◆ **WHAT IS NEEDED**:
Beneath this instruction is a listing. Transcribe from it only the stretch from the line with "docs/report-schema.json (JSON Schema 2020-12). */" through the line with "import io.github.atomledger.checker.engine.MappingConfig;", both end lines included, exactly as written.

◆ **EXCERPTED RECORDS**:

# # # #

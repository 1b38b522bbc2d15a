package io.github.atomledger.checker.report;

import com.fasterxml.jackson.databind.JsonNode;
import com.fasterxml.jackson.databind.ObjectMapper;
import com.networknt.schema.Error;
import com.networknt.schema.Schema;
import com.networknt.schema.SchemaRegistry;
import com.networknt.schema.SpecificationVersion;

import java.io.IOException;
import java.io.InputStream;
import java.nio.file.Files;
import java.nio.file.Path;
import java.util.List;

/** JSON Schema validation with networknt's validator (a general-purpose library from Maven Central). */
final class JsonSchemas {

    private static final ObjectMapper MAPPER = new ObjectMapper();

    private JsonSchemas() {
    }

    /** The published SARIF 2.1.0 schema (JSON Schema draft 4); see SCHEMAS.md. */
    static Schema sarif() throws IOException {
        try (InputStream in = JsonSchemas.class.getResourceAsStream("sarif-2.1.0-rtm.5.json")) {
            return SchemaRegistry.withDefaultDialect(SpecificationVersion.DRAFT_4).getSchema(in);
        }
    }

    /** The project's docs/report-schema.json (JSON Schema 2020-12). */
    static Schema report() throws IOException {
        try (InputStream in = Files.newInputStream(Path.of("..", "docs", "report-schema.json"))) {
            return SchemaRegistry.withDefaultDialect(SpecificationVersion.DRAFT_2020_12).getSchema(in);
        }
    }

    /** The project's docs/traces-schema.json for traces.json and reachability.json (JSON Schema 2020-12). */
    static Schema traces() throws IOException {
        try (InputStream in = Files.newInputStream(Path.of("..", "docs", "traces-schema.json"))) {
            return SchemaRegistry.withDefaultDialect(SpecificationVersion.DRAFT_2020_12).getSchema(in);
        }
    }

    static List<String> errors(Schema schema, String json) throws IOException {
        JsonNode node = MAPPER.readTree(json);
        return schema.validate(node).stream().map(Error::toString).toList();
    }
}
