package io.github.atomledger.checker.report;

import static org.assertj.core.api.Assertions.assertThat;

import io.github.atomledger.atommapper.mapping.MappingOptions;
import io.github.atomledger.checker.check.Severity;
import io.github.atomledger.checker.engine.MappingConfig;
import io.github.atomledger.checker.engine.ReportFormat;
import io.github.atomledger.checker.engine.RunConfig;
import io.github.atomledger.checker.engine.SeverityPolicy;
import io.github.atomledger.checker.gate.FailScope;
import io.github.atomledger.checker.gate.GateConfig;

import java.nio.file.Files;
import java.nio.file.Path;
import java.util.EnumSet;
import java.util.LinkedHashSet;
import java.util.List;
import java.util.Optional;
import java.util.Set;
import org.junit.jupiter.api.BeforeEach;
import org.junit.jupiter.api.Test;
import org.junit.jupiter.api.io.TempDir;

/**
 * A run whose inputs are all unchanged is shown again from its stored reports; any changed input,
 * parameter or missing stored file means a real run. The Maven goal's use of it is covered by the
 * integration test {@code unchanged-run-reused}.
 */
class UnchangedRunTest {

    @TempDir
    Path tmp;

    private Path base;
    private Path reports;
    private Path cache;

    @BeforeEach
    void files() throws Exception {
        base = tmp.resolve("repo");
        reports = base.resolve("target/atomledger");
        cache = tmp.resolve("cache");
        Files.createDirectories(base.resolve("models"));
        Files.writeString(base.resolve("models/m.xml"), "<sbml>one</sbml>\n");
        Files.writeString(base.resolve("structures.tsv"), "species\tsmiles\nM_a\tCCO\n");
    }

    private RunConfig config(Severity failOn, Set<ReportFormat> formats) {
        MappingConfig mapping = new MappingConfig(true, base.resolve("structures.tsv"), MappingOptions.defaults(), 1, cache);
        return new RunConfig(base, List.of("models/*.xml"), reports, failOn, formats, SeverityPolicy.defaults(),
                1L << 30, mapping);
    }

    private RunConfig config() {
        return config(Severity.ERROR, EnumSet.of(ReportFormat.JSON, ReportFormat.HTML));
    }

    private static final GateConfig GATE = new GateConfig(null, false, null, FailScope.FINDINGS);

    private UnchangedRun.Outcome storeOneRun() throws Exception {
        Files.createDirectories(reports.resolve("pictures"));
        Files.writeString(reports.resolve("report.json"), "{\"x\": 1}\n");
        Files.writeString(reports.resolve("report.html"), "<html>page</html>\n");
        Files.writeString(reports.resolve("pictures/0123.svg"), "<svg/>\n");
        UnchangedRun.Outcome outcome = new UnchangedRun.Outcome(List.of(
                new ConsoleSummary.Line(ConsoleSummary.Level.WARNING, "a warning\twith a tab"),
                new ConsoleSummary.Line(ConsoleSummary.Level.INFO, "report: target/atomledger/report.json")),
                "AtomLedger: 1 finding at or above 'error'\nsecond line");
        UnchangedRun.of(config(), GATE, "check").orElseThrow()
                .store(outcome, List.of(reports.resolve("report.json"), reports.resolve("report.html")));
        return outcome;
    }

    @Test
    void anUnchangedRunComesBackWithItsLinesVerdictAndFiles() throws Exception {
        UnchangedRun.Outcome stored = storeOneRun();
        // the report folder was removed (mvn clean) and a picture of another run left behind
        delete(reports);
        Files.createDirectories(reports.resolve("pictures"));
        Files.writeString(reports.resolve("pictures/ffff.svg"), "<svg>old</svg>\n");
        // the format set in another order is the same configuration
        Set<ReportFormat> reordered = new LinkedHashSet<>(List.of(ReportFormat.HTML, ReportFormat.JSON));
        Optional<UnchangedRun.Outcome> again = UnchangedRun.of(config(Severity.ERROR, reordered), GATE, "check")
                .orElseThrow().restore();
        assertThat(again).contains(stored);
        assertThat(Files.readString(reports.resolve("report.json"))).isEqualTo("{\"x\": 1}\n");
        assertThat(Files.readString(reports.resolve("report.html"))).isEqualTo("<html>page</html>\n");
        assertThat(Files.readString(reports.resolve("pictures/0123.svg"))).isEqualTo("<svg/>\n");
        assertThat(reports.resolve("pictures/ffff.svg")).doesNotExist();
    }

    @Test
    void aChangedModelStructureFileParameterOrVariantIsANewRun() throws Exception {
        storeOneRun();
        assertThat(UnchangedRun.of(config(), GATE, "check;colour=true").orElseThrow().restore()).isEmpty();
        // the caller's own code joins the key (the Maven goal passes its class)
        assertThat(UnchangedRun.of(config(), GATE, "check", UnchangedRunTest.class).orElseThrow().restore()).isEmpty();
        assertThat(UnchangedRun.of(config(Severity.WARNING, EnumSet.of(ReportFormat.JSON, ReportFormat.HTML)), GATE,
                "check").orElseThrow().restore()).isEmpty();
        Files.writeString(base.resolve("structures.tsv"), "species\tsmiles\nM_a\tCCC\n");
        assertThat(UnchangedRun.of(config(), GATE, "check").orElseThrow().restore()).isEmpty();
        Files.writeString(base.resolve("structures.tsv"), "species\tsmiles\nM_a\tCCO\n");
        assertThat(UnchangedRun.of(config(), GATE, "check").orElseThrow().restore()).isPresent();
        Files.writeString(base.resolve("models/m.xml"), "<sbml>two</sbml>\n");
        assertThat(UnchangedRun.of(config(), GATE, "check").orElseThrow().restore()).isEmpty();
        Files.writeString(base.resolve("models/m.xml"), "<sbml>one</sbml>\n");
        Files.writeString(base.resolve("models/n.xml"), "<sbml>new model</sbml>\n");
        assertThat(UnchangedRun.of(config(), GATE, "check").orElseThrow().restore()).isEmpty();
    }

    @Test
    void aMissingStoredFileMeansARealRunAndTouchesNothing() throws Exception {
        storeOneRun();
        try (var blobs = Files.walk(cache.resolve("runs/blobs"))) {
            for (Path p : blobs.filter(Files::isRegularFile).toList()) {
                if (Files.readString(p).equals("<svg/>\n")) {
                    Files.delete(p);
                }
            }
        }
        Files.writeString(reports.resolve("report.json"), "{\"x\": 2}\n");
        assertThat(UnchangedRun.of(config(), GATE, "check").orElseThrow().restore()).isEmpty();
        assertThat(Files.readString(reports.resolve("report.json"))).isEqualTo("{\"x\": 2}\n");
    }

    @Test
    void noReuseWithoutACacheOrWhenComparingWithPreviousModels() throws Exception {
        RunConfig noCache = config().withMapping(new MappingConfig(false, null, MappingOptions.defaults(), 1, null));
        assertThat(UnchangedRun.of(noCache, GATE, "check")).isEmpty();
        Files.createDirectories(base.resolve("previous"));
        GateConfig release = new GateConfig(null, false, base.resolve("previous"), FailScope.FINDINGS);
        assertThat(UnchangedRun.of(config(), release, "check")).isEmpty();
        assertThat(UnchangedRun.of(config().withMapping(new MappingConfig(false, null, MappingOptions.defaults(), 1,
                cache)), GATE, "check")).isPresent();
    }

    @Test
    void escapedTextRoundTrips() {
        String s = "tab\there, line\nbreak, back\\slash, cr\r";
        assertThat(UnchangedRun.unescape(UnchangedRun.escape(s))).isEqualTo(s);
        assertThat(UnchangedRun.escape(s)).doesNotContain("\t").doesNotContain("\n");
    }

    private static void delete(Path dir) throws Exception {
        try (var all = Files.walk(dir)) {
            for (Path p : all.sorted(java.util.Comparator.reverseOrder()).toList()) {
                Files.delete(p);
            }
        }
    }
}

# # # #

◆ **WRITTEN RESPONSE**:
    /** The project's docs/report-schema.json (JSON Schema 2020-12). */
    static Schema report() throws IOException {
        try (InputStream in = Files.newInputStream(Path.of("..", "docs", "report-schema.json"))) {
            return SchemaRegistry.withDefaultDialect(SpecificationVersion.DRAFT_2020_12).getSchema(in);
        }
    }

    /** The project's docs/traces-schema.json for traces.json and reachability.json (JSON Schema 2020-12). */
    static Schema traces() throws IOException {
        try (InputStream in = Files.newInputStream(Path.of("..", "docs", "traces-schema.json"))) {
            return SchemaRegistry.withDefaultDialect(SpecificationVersion.DRAFT_2020_12).getSchema(in);
        }
    }

    static List<String> errors(Schema schema, String json) throws IOException {
        JsonNode node = MAPPER.readTree(json);
        return schema.validate(node).stream().map(Error::toString).toList();
    }
}
package io.github.atomledger.checker.report;

import static org.assertj.core.api.Assertions.assertThat;

import io.github.atomledger.atommapper.mapping.MappingOptions;
import io.github.atomledger.checker.check.Severity;
import io.github.atomledger.checker.engine.MappingConfig;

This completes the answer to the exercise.